A data access request process was created for investigators to provide a summary of their proposed study. The request includes logistics (sample size, data and/or biospecimens required, funding, and timeline) and a description of how their study aligns with the overall mission of CDDOM, contributes to the field of science, benefits each FQHC, and mostly importantly, how the proposed study impacts and benefits the study and clinic patients. The joint executive committee then reviews the data access request and if deemed appropriate and in alignment with the mission of the biobank, the request is approved, and the investigator can proceed with human subjects’ determination and application (if required).
Overall recruitment began in January 2018 and continued through March of 2020. Recruitment was paused at that time due to the COVID-19 pandemic. Enrollment visits began again in January 2021 and are ongoing. For El Rio, a total of 2456 prescreened eligible probands have been contacted. Of these, 1452 probands and family members agreed to be scheduled for a study visit. As of November 1, 2021, 1114 patients have been consented, 961 were enrolled, and 867 have laboratory values available from El Rio. For Mariposa, a total of 1078 prescreened eligible probands had been contacted. Of these, 412 probands and referred family members agreed to be scheduled for a study appointment. Currently, 312 participants have consented, 290 were enrolled with 244 participants with available lab values from Mariposa. Participant characteristics are shown in table 3 by enrollment site.
Overall, statistically significant differences were seen between enrollment sites for participant type, age, waist circumference, fasting plasma insulin, and general health. Average body mass index was obese at 32.2 and 31.6 kg/m2 while waist circumference was 41.2 and 40.1 inches for El Rio and Mariposa, respectively. Fasting plasma glucose averaged 8.4 and 7.8 mmol/L at El Rio and Mariposa, respectively. HbA1c levels were similar between sites with a mean 7.8% for El Rio and 7.5% for Mariposa. Fasting insulin levels were also higher for El Rio than Mariposa (16.6±23.9 vs 12.3±11.8; p=0.0071). Homeostasis model assessment-insulin resistance differences did not reach statistical significance between sites (p=0.0682) with El Rio averaging 6.5 (15.2) and Mariposa 4.7 (8.0).
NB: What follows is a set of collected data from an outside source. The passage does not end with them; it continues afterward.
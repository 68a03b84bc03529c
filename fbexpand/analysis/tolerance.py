"""Terms enough for a tolerance: the series grows until f - S, measured on the panels, is small enough."""

from __future__ import annotations

import math
import warnings
from typing import TYPE_CHECKING

import numpy as np

from fbexpand.analysis.quadrature import coefficients_of
from fbexpand.estimates.origin import Origin
from fbexpand.estimates.requirement import MOST_TERMS, measure_l2, predicted_terms
from fbexpand.estimates.residual import by_parseval, root_of_squares, tails
from fbexpand.exceptions import TruncationWarning
from fbexpand.expansion import Expansion
from fbexpand.profiles.panels import Panels
from fbexpand.types import FloatArray, Numeric

if TYPE_CHECKING:
    from fbexpand.bases import Basis
    from fbexpand.lifting.closed_part import ClosedPart

BoolArray = np.ndarray[tuple[int, ...], np.dtype[np.bool_]]

FIRST_TERMS = 32
BEST = 1.0 + 1e-6  # times the least error reached
STOPPED = 0.8  # of the error with half the terms: it has stopped falling, even as slowly as beside a jump
FLOOR = 1e-9  # of the norm: where that can only be rounding, in the sum or in the profile


def series_to_tolerance(
    panels: Panels,
    basis: Basis,
    limit: FloatArray,
    most: int,
    table: FloatArray | None,
    closed_part: ClosedPart | None,
) -> Expansion:
    """Return the shortest series with an L2 truncation error of at most `limit` (size,) for every profile."""
    norm = panels.norm().reshape(-1)
    terms = min(FIRST_TERMS, most)
    coefficients = coefficients_of(panels, basis, terms)
    errors = np.full((1, norm.size), np.inf)
    while True:
        last = by_parseval(basis, coefficients, norm)
        if terms == most or not np.any(last > limit):
            before = errors[-1]
            errors = _errors(panels, basis, coefficients, last)
            settled = (errors[-1] > STOPPED * before) & (errors[-1] <= FLOOR * norm)
            if terms == most or np.all(settled | (errors[-1] <= limit)):
                break
        more = min(terms, most - terms)
        added = coefficients_of(panels, basis, more, terms + 1)
        coefficients = np.concatenate((coefficients, added), axis=-1)
        terms += more
    # a profile that misses its tolerance gets the fewest terms that do as well as all
    reached = errors <= np.maximum(limit, BEST * errors[-1])
    count = int(reached.argmax(axis=0).max()) + 1
    series = Expansion._make(
        basis,
        coefficients[..., :count],
        panels=panels,
        evaluations=panels.evaluations,
        table=table,
        left=errors[count - 1].reshape(panels.batch_shape),
        closed_part=closed_part,
    )
    if np.any(errors[-1] > limit):
        _warn(basis, panels, coefficients, errors[-1], limit, norm, settled)
    return series


def _errors(panels: Panels, basis: Basis, coefficients: Numeric, last: FloatArray) -> FloatArray:
    """Return the L2 errors after 1, 2, ... terms, (terms, size); measured where `last` is 0."""
    rows = coefficients.reshape(last.size, -1)
    errors = root_of_squares(tails(basis, rows, range(1, rows.shape[1] + 1)), last)
    unknown = np.flatnonzero(last == 0.0)
    if unknown.size:
        errors[:, unknown] = measure_l2(basis, _origin(panels, coefficients).take(unknown))
    return errors


def _origin(panels: Panels, coefficients: Numeric) -> Origin:
    zero = np.zeros(panels.batch_shape)
    return Origin(coefficients, panels, zero, zero)


def _warn(
    basis: Basis,
    panels: Panels,
    coefficients: Numeric,
    errors: FloatArray,
    limit: FloatArray,
    norm: FloatArray,
    settled: BoolArray,
) -> None:
    """Warn about the profile that is furthest from its tolerance."""
    with np.errstate(divide="ignore", over="ignore", invalid="ignore"):
        row = int(np.argmax(np.where(errors > limit, errors / limit, 0.0)))
    error, wanted = float(errors[row]), float(limit[row])
    which = f" of profile {row} of the batch" if errors.size > 1 else ""
    reached = f"the L2 error{which} is {error:.3g} after {coefficients.shape[-1]} terms"
    if norm[row] > 0.0:
        reached += f" ({error / norm[row]:.3g} of its norm)"
    if settled[row]:
        advice = "more terms will not lower it: it is at rounding"
    else:
        predicted = predicted_terms(basis, _origin(panels, coefficients), row, error, wanted)
        needed = f"{predicted:.3g}" if math.isfinite(predicted) else f"more than {MOST_TERMS:.0g}"
        advice = f"by the law of its tail {needed} terms would reach it"
    message = f"the tolerance {wanted:.3g} was not reached: {reached}; {advice}"
    warnings.warn(message, TruncationWarning, stacklevel=4)
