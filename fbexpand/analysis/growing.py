"""The mode that grows toward the rim: its coefficient as a weight for every Chebyshev coefficient.

I_nu(mu x) / I_nu(mu) lives in a layer of depth R / mu at the rim. Its panels double in width from there, and
nodes are counted by their distance from the rim: a node rounded to double is off by up to eps R, by which the
mode changes as exp(mu eps); what that changes in the mode goes into the weight.
"""

from __future__ import annotations

import math
from itertools import pairwise
from typing import TYPE_CHECKING

import numpy as np

from fbexpand.analysis.rules import composite_rule, sizes
from fbexpand.profiles import chebyshev
from fbexpand.types import FloatArray

if TYPE_CHECKING:
    from fbexpand.bases import Basis

DEEPEST = 64.0  # depths of the layer beyond which the mode counts for nothing, exp(-64)


def growing_moments(basis: Basis, edges: FloatArray, degrees: int) -> FloatArray:
    """Return integral T_j phi_1 r dr on every panel, (P, degrees), for a basis whose first mode grows."""
    order, radius = float(basis.order), float(basis.radius)
    mu = float(basis.roots(1)[0])
    total = np.zeros((edges.size - 1, degrees))
    layers = radius * (1.0 - 2.0 ** np.arange(-1.0, math.log2(DEEPEST) + 1.0) / mu)
    begin = max(float(layers[-1]), 0.0)
    cuts = np.unique(np.concatenate((edges, layers[layers > 0.0])))
    cuts = cuts[cuts >= begin]
    slope = math.hypot(mu, order) / radius
    for low, high in pairwise(cuts.tolist()):
        panel = int(np.searchsorted(edges, low, side="right")) - 1
        a, b = float(edges[panel]), float(edges[panel + 1])
        width = high - low
        fraction = order % 1.0
        waves = 0.5 * math.hypot(mu, order) * width / radius
        stretches, counts = sizes(np.array([waves]), degrees, np.array([low / high]), fraction)
        rule = composite_rule(int(stretches[0]), int(counts[0]), fraction if low == 0.0 else 0.0)
        depth = (radius - low) - width * rule.nodes
        r = radius - depth
        moved = (radius - r) - depth  # by which the exact node lies further out than the rounded one
        mode = basis.modes(r, 1)[:, 0] * np.exp(slope * moved)
        t = np.clip((2.0 * (((b - radius) + depth) / (a - b)) + 1.0), -1.0, 1.0)
        total[panel] += chebyshev.evaluation(t, degrees) @ (width * rule.weights * r * mode)
    return total
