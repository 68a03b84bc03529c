"""Gauss rules for a panel's polynomial times modes, composite where a panel is many waves long.

Gauss-Legendre for the integral of f phi r dr; on the panel at the axis, at an
order that is no integer, Gauss-Jacobi for the weight r^(mu + 1), mu the fraction of the order, so that what
is left of phi_k, a power series in r, is smooth.
"""

from __future__ import annotations

from dataclasses import dataclass
from functools import lru_cache

import numpy as np

from fbexpand.kernels.gauss import refine_rule
from fbexpand.profiles import chebyshev
from fbexpand.records import ReadOnlyArrays
from fbexpand.types import FloatArray, IntArray

MOST_NODES = 176  # in one stretch of a rule; a panel with more waves is cut into stretches
KEPT_NODES = 1024  # of a rule whose matrices are kept
DIGITS = 38.0  # natural logarithm of the accuracy of a truncated geometric series, with something to spare


@dataclass(frozen=True, eq=False)
class Rule(ReadOnlyArrays):
    """Nodes ascending in (0, 1), shares of a panel; integral_0^1 g ds is the sum of weights times g.

    For a panel at the axis, at an order that is no integer, g is s^(mu + 1) times a smooth function.
    """

    nodes: FloatArray
    weights: FloatArray

    def evaluation(self, degrees: int, first: int = 0, stop: int | None = None) -> FloatArray:
        """Return values at nodes first, ..., stop - 1 from Chebyshev coefficients, a matrix (degrees, nodes)."""
        if self.nodes.size <= KEPT_NODES:
            return _evaluation(self, degrees)[:, first:stop]
        return chebyshev.evaluation(2.0 * self.nodes[first:stop] - 1.0, degrees)


@lru_cache(maxsize=128)
def _evaluation(rule: Rule, degrees: int) -> FloatArray:
    return chebyshev.evaluation(2.0 * rule.nodes - 1.0, degrees)


def sizes(waves: FloatArray, degrees: int, ratio: FloatArray, fraction: float) -> tuple[IntArray, IntArray]:
    """Return stretches and nodes per stretch for panels [a, b] with a/b = `ratio`, both (P,).

    Right to rounding for polynomials of `degrees` coefficients times modes that turn by up to `waves` radians
    in half a panel; `fraction` is that of the order.
    """
    extra = power_degree(ratio) if fraction else np.zeros_like(ratio)
    stretches = np.ones(waves.size, dtype=np.int64)
    counts = _count(waves, degrees + extra)
    while True:
        long = counts > MOST_NODES
        if not long.any():
            break
        more = np.ceil(stretches * counts / MOST_NODES).astype(np.int64)
        stretches = np.where(long, np.maximum(stretches + 1, more), stretches)
        if fraction:  # the stretch beside the first one begins at half its end
            extra = np.where(long, np.maximum(extra, power_degree(0.5)), extra)
        counts = np.where(long, _count(waves / stretches, degrees + extra), counts)
    grain = np.where(counts <= 32, 4, 8)
    return stretches, grain * -(-counts // grain)


def _count(waves: FloatArray, degrees: FloatArray | float) -> IntArray:
    """Return the Gauss points that integrate a polynomial times a wave.

    cos(w t) is resolved by a degree somewhat beyond w, and exp(w (t - 1)) by less.
    """
    degree = waves + 11.0 * np.cbrt(0.5 * waves) + 6.0
    return np.ceil(0.5 * (degree + degrees + 2.0)).astype(np.int64)


def power_degree(ratio: FloatArray | float) -> FloatArray:
    """Return the degree that resolves a power of r on [a, b], a/b = `ratio`, to rounding; 0 at the axis."""
    x = (1.0 + np.asarray(ratio)) / (1.0 - np.asarray(ratio))
    with np.errstate(divide="ignore"):
        return np.where(x > 1.0, DIGITS / np.log(x + np.sqrt(x * x - 1.0)), 0.0)


@lru_cache(maxsize=256)
def composite_rule(stretches: int, count: int, fraction: float) -> Rule:
    """Return the rule of `stretches` times `count` nodes; `fraction` is 0 but on a panel at the axis."""
    share, w = jacobi_rule(count, 0.0)
    nodes = (np.arange(stretches)[:, None] + share) / stretches
    weights = np.repeat(w[None] / stretches, stretches, axis=0)
    if fraction:
        share, w = jacobi_rule(count, 1.0 + fraction)
        nodes[0] = share / stretches
        weights[0] = w / share ** (1.0 + fraction) / stretches
    return Rule(nodes.ravel(), weights.ravel())


@lru_cache(maxsize=64)
def jacobi_rule(count: int, power: float) -> tuple[FloatArray, FloatArray]:
    """Return nodes and weights, sum w g = integral_0^1 s^power g ds for polynomials g of degree 2 count - 1.

    The eigenvalues of the Jacobi matrix (Golub and Welsch 1969), refined in double-double.
    """
    k = np.arange(count, dtype=np.float64)
    m = 2.0 * k + power
    diagonal = np.empty(count)
    diagonal[0] = power / (power + 2.0)
    diagonal[1:] = power * power / (m[1:] * (m[1:] + 2.0))
    k, m = k[1:], m[1:]
    beside = 2.0 * k * (k + power) / (m * np.sqrt((m + 1.0) * (m - 1.0)))
    # the lower triangle of a dense matrix: it is small, and importing a tridiagonal solver takes longer
    eigenvalues = np.asarray(np.linalg.eigvalsh(np.diag(diagonal) + np.diag(beside, -1)), dtype=np.float64)
    t = 0.5 * (1.0 + eigenvalues)
    weights = np.empty(count)
    refine_rule(power, t, weights)
    return t, weights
Sites differed in self-reported general health on a scale of excellent to poor ranging from 1 to 5 with El Rio averaging 3.5 and Mariposa 3.3 (p=0.0095).
Cardiometabolic risk factor frequency as defined by the Adult Treatment Panel III21 is shown in figure 3. Abdominal obesity as measured by waist circumference was the most prevalent risk factor followed by hyperglycemia (fasting plasma glucose >5.55 mmol/L). Nearly half of all participants exhibited high triglycerides while 60.4% showed low high-density lipoprotein (HDL)-cholesterol. Low HDL-cholesterol (p=0.029) and fasting plasma glucose (p<0.001) were statistically significantly different by enrollment site with El Rio having a greater percentage of patients experiencing each risk factor.
By design, El Banco is an infrastructure project to provide data, specimens, and patients to simplify collaborations between investigators and the community through a trusted community health center intermediary. In the first 4 years, El Banco has generated several diverse projects ranging from ancillary studies to patient recall to secondary data analysis. Most of the ongoing studies include students, trainees, and/or are led by junior faculty from departments including health promotion sciences, epidemiology, nutritional sciences, and medicine (endocrinology, nephrology, and cardiology).